*What is being asked*:
Restate word for word every line from the top of the data below down through the line that holds "n1k / N_k), with".

────────────────

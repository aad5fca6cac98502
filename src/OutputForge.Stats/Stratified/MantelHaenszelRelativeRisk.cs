namespace OutputForge.Stats.Stratified;

/// <summary>
/// The Mantel-Haenszel common relative risk (group 1 to group 2; Rothman, Greenland and Lash 2008,
/// Modern Epidemiology 3rd ed., chapter 15), RR_MH = sum (a_k n2k / N_k) / sum (c_k n1k / N_k), with
/// the confidence interval exp(ln RR_MH -/+ z sqrt(v)) and the variance of Greenland and Robins (1985,
/// Biometrics 41:55-68): v = sum ((n1k n2k m1k - a_k c_k N_k) / N_k^2) /
/// ((sum a_k n2k / N_k)(sum c_k n1k / N_k)), m1k = a_k + c_k.
/// Not estimable when either sum is zero. Strata without subjects in a group are skipped and returned as stratum remarks.
/// </summary>
public static class MantelHaenszelRelativeRisk
{
    public static IntervalResult Compute(IReadOnlyList<StratumCounts> strata, double level = 0.95)
    {
        ConfidenceLevel.Validate(level);
        var (used, remarks) = StrataSelection.Select(strata);
        if (used.Count == 0)
        {
            return IntervalResult.NotEstimable("no stratum has subjects in both groups") with { StratumRemarks = remarks };
        }
        double numerator = 0, denominator = 0, varianceNumerator = 0;
        foreach (var k in used)
        {
            double n = k.N;
            numerator += k.A * (double)k.Total2 / n;
            denominator += k.C * (double)k.Total1 / n;
            varianceNumerator += (k.Total1 * (double)k.Total2 * k.EventTotal - k.A * (double)k.C * n) / (n * n);
        }
        if (numerator == 0 || denominator == 0)
        {
            return IntervalResult.NotEstimable(numerator == 0
                ? "no events in group 1 in any stratum, so the common relative risk is 0 and its log is undefined"
                : "no events in group 2 in any stratum, so the common relative risk is infinite") with { StratumRemarks = remarks };
        }
        double estimate = numerator / denominator;
        double variance = varianceNumerator / (numerator * denominator);
        double half = ConfidenceLevel.NormalQuantile(level) * Math.Sqrt(Math.Max(0, variance));
        return new IntervalResult(estimate, Math.Exp(Math.Log(estimate) - half), Math.Exp(Math.Log(estimate) + half)) { StratumRemarks = remarks };
    }
}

────────────────

*Solution*:
repository aad5fca6cac98502
filename src/OutputForge.Stats/Stratified/MantelHaenszelRelativeRisk.cs
namespace OutputForge.Stats.Stratified;

/// <summary>
/// The Mantel-Haenszel common relative risk (group 1 to group 2; Rothman, Greenland and Lash 2008,
/// Modern Epidemiology 3rd ed., chapter 15), RR_MH = sum (a_k n2k / N_k) / sum (c_k n1k / N_k), with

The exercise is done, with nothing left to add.